## Train and Test Classifiers

In [13]:
from os import path
import urllib


if not path.exists('bottlenecks_with_labels.pkl'):
    os.system('wget https://s3-us-west-2.amazonaws.com/vegnonveg/bottlenecks_with_labels.pkl')
if not path.exists('labels_bigdl_classifier.pkl'):
    os.system('wget https://s3-us-west-2.amazonaws.com/vegnonveg/labels_bigdl_classifier.pkl')

In [14]:
import pickle
import numpy as np

#Import all the required packages
from bigdl.nn.layer import *
from optparse import OptionParser
from bigdl.nn.criterion import *
from bigdl.optim.optimizer import *
from bigdl.util.common import *
from bigdl.dataset.transformer import *
from bigdl.nn.initialization_method import *
from transformer import *
from imagenet import *
from transformer import Resize
from sklearn.model_selection import train_test_split, cross_val_score, StratifiedKFold
from sklearn.neural_network import MLPClassifier
from sklearn.metrics import precision_recall_fscore_support
from sklearn.linear_model import SGDClassifier, LogisticRegression

In [15]:
data = pickle.load(open("./bottlenecks_with_labels.pkl", 'rb'))
label_nums = pickle.load(open("./labels_bigdl_classifier.pkl", 'rb'))
print label_nums

{'Chicken eggs, caged hen, large size': 0, 'Fresh bananas, standard': 1, 'Fresh onions': 2, 'Fresh cucumber': 3, 'Fresh apple, red delicious': 4, 'Fresh potatoes, brown': 5, 'Fresh carrots': 6, 'Fresh oranges': 7, 'Fresh apples, typical local variety': 8}


## Use Stratified Train/Test Split
To make sure we have the same distribution of samples across labels in both train and test sets.

In [16]:

x_train, x_test, train_labels, test_labels = \
    train_test_split(data['bottleneck_values'], 
                     data['labels'], 
                     test_size=0.2, 
                     random_state=101,
                     stratify=data['labels'])
len(x_train), len(train_labels), len(x_test), len(test_labels)

(1541, 1541, 386, 386)

In [17]:
_, train_counts = np.unique(np.array(train_labels), return_counts=True)
train_counts = train_counts.astype(np.float) / len(train_labels)

In [18]:
_, test_counts = np.unique(np.array(test_labels), return_counts=True)
test_counts = test_counts.astype(np.float) / len(test_labels)
# Difference in labels counts, %
(train_counts - test_counts) / train_counts * 100

array([ 2.28812638,  0.19430052, -1.21141356,  1.36848522,  0.19430052,
       -0.32824241, -0.27871228, -0.77468686, -1.03786861])
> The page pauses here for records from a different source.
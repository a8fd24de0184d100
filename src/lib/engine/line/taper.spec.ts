import { describe, expect, it } from 'vitest';
import { bodyField, moonField } from './field';
import { spreadOver } from './spread';
import type { Field } from './field';

const spread = (field: Field, k: number, near: number, far: number) =>
	spreadOver(field, near, far)(k);

const earth = bodyField({ gm: 3.986004418e14, radius: 6_378_137, rate: 7.292115e-5, j2: 0 });

describe('the length weighted by the section', () => {
	it('is the plain length where the line weighs nothing against its stress', () => {
		for (const end of [earth.base, 1e8, 1e10]) {
			const plain = Math.abs(end - earth.balance);
			expect(spread(earth, 1e-30, earth.balance, end) / plain).toBeCloseTo(1, 13);
		}
	});

	it('tends to half a Gaussian where the line is far too heavy', () => {
		// Laplace’s method: ∫ exp(−k |g′| x²/2) dx from 0, without a term in between.
		for (const k of [1e4, 1e12]) {
			const half = Math.sqrt(Math.PI / (2 * k * -earth.along(earth.balance)));
			const found = spread(earth, k, earth.balance, earth.base);
			expect(Math.abs(found / half - 1)).toBeLessThan(1 / Math.sqrt(k));
		}
	});

	it('falls as the line gets heavier, without a jump where the panels change', () => {
		const moon = moonField(
			{ moonGm: 4.9e12, primaryGm: 3.986e14, moonRadius: 1.7374e6, distance: 3.844e8 },
			'near'
		);
		for (const [field, end] of [
			[earth, earth.base],
			[earth, 1.5e8],
			[moon, moon.base],
			[moon, 3.7e8]
		] as const) {
			let before = spread(field, 1e-9, field.balance, end);
			for (let lnK = Math.log(1e-9); lnK < Math.log(1e-3); lnK += 1e-2) {
				const now = spread(field, Math.exp(lnK), field.balance, end);
				expect(now).toBeLessThan(before * (1 + 1e-11));
				before = now;
			}
		}
	});
});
## Classifier #1: BigDL Logistic Regression

In [19]:
# get rdd
def get_rdd_sample(images, labels):
    labels = map(lambda(word): label_nums[word] + 1, labels)
    imgs = sc.parallelize(images)
    labels = sc.parallelize(labels)
    sample_rdd = imgs.zip(labels).map(lambda(bottleneck, label): Sample.from_ndarray(bottleneck, np.array(label)))
    return sample_rdd



In [20]:
train_rdd = get_rdd_sample(x_train, train_labels)
test_rdd = get_rdd_sample(x_test, test_labels)

## Define Model

In [23]:
# initializing BigDL engine
init_engine()

In [24]:
# Parameters
learning_rate = 0.2
training_epochs = 40
batch_size = 60

# Network Parameters
n_input = 1024 # 1024
n_classes = len(label_nums) # item_name categories

def fc_layer(n_input, n_classes):
    model = Sequential()
    model.add(Linear(n_input, n_classes))
    model.add(LogSoftMax())
    return model # Create an Optimizer

model = fc_layer(n_input, n_classes)

creating: createSequential
creating: createLinear
creating: createLogSoftMax


In [25]:
optimizer = Optimizer(
    model=model,
    training_rdd=train_rdd,
    criterion=ClassNLLCriterion(),
    optim_method=SGD(learningrate=learning_rate),
    end_trigger=MaxEpoch(training_epochs),
    batch_size=batch_size)
# Set the validation logic
optimizer.set_validation(
    batch_size=batch_size,
    val_rdd=test_rdd,
    trigger=EveryEpoch(),
    val_method=[Top1Accuracy()]
)

app_name= 'vegnonveg' # + dt.datetime.now().strftime("%Y%m%d-%H%M%S")
train_summary = TrainSummary(log_dir='/tmp/bigdl_summaries',
                                     app_name=app_name)
train_summary.set_summary_trigger("Parameters", SeveralIteration(50))
val_summary = ValidationSummary(log_dir='/tmp/bigdl_summaries',
                                        app_name=app_name)
optimizer.set_train_summary(train_summary)
optimizer.set_val_summary(val_summary)
print "saving logs to ",app_name

creating: createClassNLLCriterion
creating: createDefault
creating: createSGD
creating: createMaxEpoch
creating: createOptimizer
creating: createEveryEpoch
creating: createTop1Accuracy
creating: createTrainSummary
creating: createSeveralIteration
creating: createValidationSummary
saving logs to  vegnonveg


In [26]:
# Start to train
trained_model = optimizer.optimize()
print "Optimization Done."

Optimization Done.


In [27]:
def map_predict_label(l):
    return np.array(l).argmax()
def map_groundtruth_label(l):
    return l[0] - 1
def map_to_label(l):
    return label_nums.keys()[label_nums.values().index(l)]

In [28]:
'''
Look at some predictions and their accuracy
'''
predictions = trained_model.predict(test_rdd)

num_preds = 8
truth = test_rdd.take(num_preds)
preds = predictions.take(num_preds)

for idx in range(num_preds):
    true_label = str(map_to_label(map_groundtruth_label(truth[idx].label)))
    pred_label = str(map_to_label(map_predict_label(preds[idx])))
    print idx + 1, ')', 'Ground Truth label: ', true_label
    print idx + 1, ')', 'Predicted label: ', pred_label
    print "correct" if true_label == pred_label else "wrong"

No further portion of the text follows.